2D - fast direct pixel manipulation

Hi,

I’ve an application which receives a list of 32x32 sized unique tiles in BGRA format from a special scientific grabber device. Together with these tiles comes a damage region information which tells me which (rectangular) part of which frame contains valid data. This graphical information will be displayed on a 1080p screen where a FPS of 60 must be achieved.

Currently I’m using mmap to create a mapping of the linux framebuffer device in the programs virtual address space.
This allows me to directly modify the pixels by writing (memcpy the lines of the damaged tiles data) to the correct offsets of that address.

So this gives me extremely fast “memory to screen blitting”.

Now I’m trying to achieve the same thing using OpenGL for portability (Windows/X11/MacOSX) with a similar performance.
I’ve set up a orthogonal projection, disabled depth test and tried the most simple way using glRasterPos/glDrawPixels and a more sophisticated approach by creating 32x32 sized textures, uploading the data using glTexImage2D and “blitting” these by drawing quads according to each tile’s damaged region using glTexCoord /glVertex.
The lifetime of each texture is extremely short because it is only used to transfer data from user to video memory and because there is no reuse for the bitmap data in the texture.

However, the performance compared to the mmaped /dev/fbx solution is extremely poor (~30 times slower) and 99,9% of the time is consumed by the glTexImage2D calls.

So what is the fastest way too implement “user memory to screen blitting” with exact 2D-pixelization in OpenGL ?

Thanks for any hints !

Vinz

glTexImage2D reinitializes the texture object, if you only want to update the contents use glTexSubImage2D (even if all data changed).

I assume you already disabled mip maps (using e.g. GL_LINEAR or GL_NEAREST filtering)?

The fastest way to do what you’re trying to do on the majority of GPUs is to just do it all in software, and then blit the single final composed image to the screen via GL. Even if you use the correxct texture update functions as carsten suggests, your use of the GPU is totally opposite of how GPUs work; rendering lots of small individual frequently changing textures one at a time is basically the worst case performance scenario for the parallel execution engine of the GPU. Mixing software and hardware rendering is not fast, and trying to do both simultaneously will give you the worst performance. If you want to render images in software, just composite the whole scene in software (ideally using optimized SIMD code) and only use OpenGL to blit your final composited image.

A more forward-looking approach would be to do all your rendering on the GPU. Whatever image data you’re generating on the CPU can most likely be generated on the GPU with the correct use of shaders, optimized draw calls, and maybe OpenCL. We’d need more information on your actual use case to advise in more detail.

Thanks Carsten for the hint regarding glTexImage2D. Using glTexSubImage2D resulted in a (tiny) performance gain. I’ve already used GL_NEAREST.

Elanthis: Thanks. However there is no more information.
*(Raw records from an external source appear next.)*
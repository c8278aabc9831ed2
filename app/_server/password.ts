import { randomBytes, type ScryptOptions, scrypt, timingSafeEqual } from 'node:crypto';

/** Cost of one scrypt (RFC 7914): 2^logN blocks of r × 128 bytes, p times over. */
export interface PasswordCost {
  readonly logN: number;
  readonly r: number;
  readonly p: number;
}

/** 32 MiB and about a quarter of a second on one core; one of the settings OWASP's password sheet names (from memory). */
export const PASSWORD_COST: PasswordCost = { logN: 15, r: 8, p: 3 };

const KEY_BYTES = 32;
const SALT_BYTES = 16;

function derive(password: string, salt: Buffer, { logN, r, p }: PasswordCost): Promise<Buffer> {
  const options: ScryptOptions = { N: 2 ** logN, r, p, maxmem: 256 * 2 ** logN * r };
  return new Promise((resolve, reject) => {
    scrypt(password.normalize('NFC'), salt, KEY_BYTES, options, (error, key) =>
      error ? reject(error) : resolve(key),
    );
  });
}

function format({ logN, r, p }: PasswordCost, salt: Buffer, key: Buffer): string {
  return `$scrypt$ln=${logN},r=${r},p=${p}$${salt.toString('base64url')}$${key.toString('base64url')}`;
}

/**
 * A hash of the usual cost that no password fits: checked when an address is unknown, so that this takes as long
 * as a wrong password.
 */
export const DECOY_HASH = format(PASSWORD_COST, Buffer.alloc(SALT_BYTES), Buffer.alloc(KEY_BYTES));

/** Hashes a password under a fresh salt; salt and cost stand in the hash, so that the cost can rise later. */
export async function hashPassword(password: string, cost: PasswordCost = PASSWORD_COST): Promise<string> {
  const salt = randomBytes(SALT_BYTES);
  const key = await derive(password, salt, cost);
  return format(cost, salt, key);
}

/** Whether the password is the one that was hashed; false for a hash in no form of ours. */
export async function verifyPassword(password: string, hash: string): Promise<boolean> {
  const parts = hash.match(/^\$scrypt\$ln=(\d{1,2}),r=(\d{1,2}),p=(\d{1,2})\$([\w-]+)\$([\w-]+)$/);
  const [, logN, r, p, salt, key] = parts ?? [];
  if (!logN || !r || !p || !salt || !key) return false;
  const cost = { logN: Number(logN), r: Number(r), p: Number(p) };
  const expected = Buffer.from(key, 'base64url');
  const derived = await derive(password, Buffer.from(salt, 'base64url'), cost);
  return expected.length === derived.length && timingSafeEqual(expected, derived);
}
I get finished created 32x32 sized BGRA tiles for free without CPU usage from an external device already along with the information which region of each of these tiles has to be blit where on the screen.
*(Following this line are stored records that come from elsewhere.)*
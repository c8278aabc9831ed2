import type { Knex } from 'knex';
import { membershipsRepository } from '@/db/repositories/memberships';
import type { RoleName } from '@/db/tables';

/** Who is asking, with all roles in all shows, as the database has them at this moment. */
export interface Viewer {
  readonly personId: string;
  readonly name: string;
  readonly email: string;
  readonly rolesByShow: ReadonlyMap<string, readonly RoleName[]>;
}

/** The person behind a session with their present roles, or null when the account is gone. */
export async function loadViewer(database: Knex, personId: string): Promise<Viewer | null> {
  const member = await membershipsRepository(database).findMember(personId);
  if (!member) return null;
  const rolesByShow = new Map<string, RoleName[]>();
  for (const { showId, role } of member.memberships) {
    const roles = rolesByShow.get(showId);
    if (roles) roles.push(role);
    else rolesByShow.set(showId, [role]);
  }
  const { name, email } = member.person;
  return { personId, name, email, rolesByShow };
}

/** Ids of the shows the viewer belongs to; nothing outside of them is ever loaded for them. */
export function scopeOf(viewer: Viewer): readonly string[] {
  return [...viewer.rolesByShow.keys()];
}
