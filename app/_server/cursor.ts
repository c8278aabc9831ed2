import type { z } from 'zod';
import { Refusal } from './refusal';

/** Packs the place where a page ended into an opaque word for the next request. */
export function encodeCursor(place: Readonly<Record<string, string | number>>): string {
  return Buffer.from(JSON.stringify(place), 'utf8').toString('base64url');
}

/** Reads a cursor back; refuses one that was not made for this very list and order. */
export function decodeCursor<Place extends z.ZodType>(cursor: string, schema: Place): z.infer<Place> {
  const place = parseJson(Buffer.from(cursor, 'base64url').toString('utf8'));
  const read = schema.safeParse(place);
  if (!read.success) throw new Refusal({ code: 'invalid-cursor' });
  return read.data;
}

function parseJson(text: string): unknown {
  try {
    return JSON.parse(text);
  } catch {
    throw new Refusal({ code: 'invalid-cursor' });
  }
}

/**
 * Splits what a query for one row more than a page found: the page's rows, and the last of them when there are
 * more to come.
 */
export function cutPage<Row>(rows: readonly Row[], limit: number): { items: readonly Row[]; last?: Row } {
  const items = rows.slice(0, limit);
  const last = items.at(-1);
  return rows.length > limit && last !== undefined ? { items, last } : { items };
}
So all I want to do is to blit these tiles as fast as possible to the screen.

I am reading about the ARB_pixel_buffer_object extension. The glMapBufferARB function seems to give me a mapped address where I can directly modify the pixels.
Is it really a mapped address or just a simple copy of the texture pixels into user memory?
I fear that glUnmapBufferARB() will probably result in transferring the complete user space copy of the texture data back to GPU controlled memory even if just 1 pixel was changed during glMapBufferARB and glUnmapBufferARB …
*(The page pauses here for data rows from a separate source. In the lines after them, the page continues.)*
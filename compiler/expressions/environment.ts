import { Environment } from '@marcbachmann/cel-js';

/** A point inside an expression. */
export interface ExpressionPoint {
  readonly x: number;
  readonly y: number;
  readonly z: number;
}

/** Whether a value can be read as a point: a landmark, or the result of mix or mid. */
export function isPoint(value: unknown): value is ExpressionPoint {
  if (typeof value !== 'object' || value === null) return false;
  const { x, y, z } = value as Partial<Record<'x' | 'y' | 'z', unknown>>;
  return typeof x === 'number' && typeof y === 'number' && typeof z === 'number';
}

function point(value: unknown): ExpressionPoint {
  if (isPoint(value)) return value;
  throw new TypeError('a point is needed here');
}

function number(value: unknown): number {
  if (typeof value === 'number') return value;
  throw new TypeError('a number is needed here');
}

function mixNumbers(a: number, b: number, t: number): number {
  return a * (1 - t) + b * t;
}

function mix(a: unknown, b: unknown, share: unknown): unknown {
  const t = number(share);
  if (typeof a === 'number') return mixNumbers(a, number(b), t);
  const [from, to] = [point(a), point(b)];
  return { x: mixNumbers(from.x, to.x, t), y: mixNumbers(from.y, to.y, t), z: mixNumbers(from.z, to.z, t) };
}

function dist(a: unknown, b: unknown): number {
  const [from, to] = [point(a), point(b)];
  const [x, y, z] = [to.x - from.x, to.y - from.y, to.z - from.z];
  return Math.sqrt(x * x + y * y + z * z);
}

/**
 * CEL as recipes use it: `params` and `landmarks` to read, a few geometric functions, and small bounds. It has no
 * loops and no way to anything else. It is built once and never changed.
 */
export const recipeEnvironment = new Environment({
  homogeneousAggregateLiterals: false,
  limits: { maxAstNodes: 400, maxDepth: 40, maxListElements: 16, maxMapEntries: 16, maxCallArguments: 8 },
})
  .registerVariable('params', 'map')
  .registerVariable('landmarks', 'map')
  .registerOperator('double % double', (a: number, b: number) => a % b)
  .registerFunction('dist(dyn, dyn): dyn', dist)
  .registerFunction('mix(dyn, dyn, dyn): dyn', mix)
  .registerFunction('mid(dyn, dyn): dyn', (a: unknown, b: unknown) => mix(a, b, 0.5))
  .registerFunction('min(dyn, dyn): dyn', (a: unknown, b: unknown) => Math.min(number(a), number(b)))
  .registerFunction('max(dyn, dyn): dyn', (a: unknown, b: unknown) => Math.max(number(a), number(b)))
  .registerFunction('abs(dyn): dyn', (a: unknown) => Math.abs(number(a)))
  .registerFunction('sqrt(dyn): dyn', (a: unknown) => Math.sqrt(number(a)))
  .registerFunction('clamp(dyn, dyn, dyn): dyn', (a: unknown, low: unknown, high: unknown) =>
    Math.min(Math.max(number(a), number(low)), number(high)),
  );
glMapBufferRange() may be what you are looking for then.

So is your whole texture just 32x32 pixels? Do you have many of them and how often do you update? I’m not even sure it’s worth bothering to only update a part, given how small the whole thing is - of course measuring is the only way to be certain :wink:

You could try using a bunch of textures in a ring buffer setup: you use the one at the head to render and update the one at the buffer’s tail. That introduces some frames worth of lag, but gives the driver time to do the transfer to the GPU before you access the data for rendering.

Is it really a mapped address or just a simple copy of the texture pixels into user memory?

It could be anything. It could be an allocated scratch piece of memory. Or it could be a GPU address. It could be different depending on how you use the function.

PBO isn’t terribly helpful for cases where you’re uploading texture data. PBO is primarily there for asynchronous transfer; if the only thing you do after uploading is rendering with that texture, then you gain pretty much nothing. from PBOs.

And please stop using the ARB-suffixed versions. This is core stuff, and has been core for over half a decade.

Or it could be a GPU address … depending on how you use the function.

Nice! How would I use the function to get a mapped GPU address ?

Nice! How would I use the function to get a mapped GPU address ?

Actually, that was something of a typo/brain fart.

It depends on a combination of how the driver feels like implementing the function, where the driver puts the buffer, and what you’re doing when you map it. Ultimately, there is nothing you can do to guarantee a GPU address, for the simple fact that a buffer object may not have a GPU address.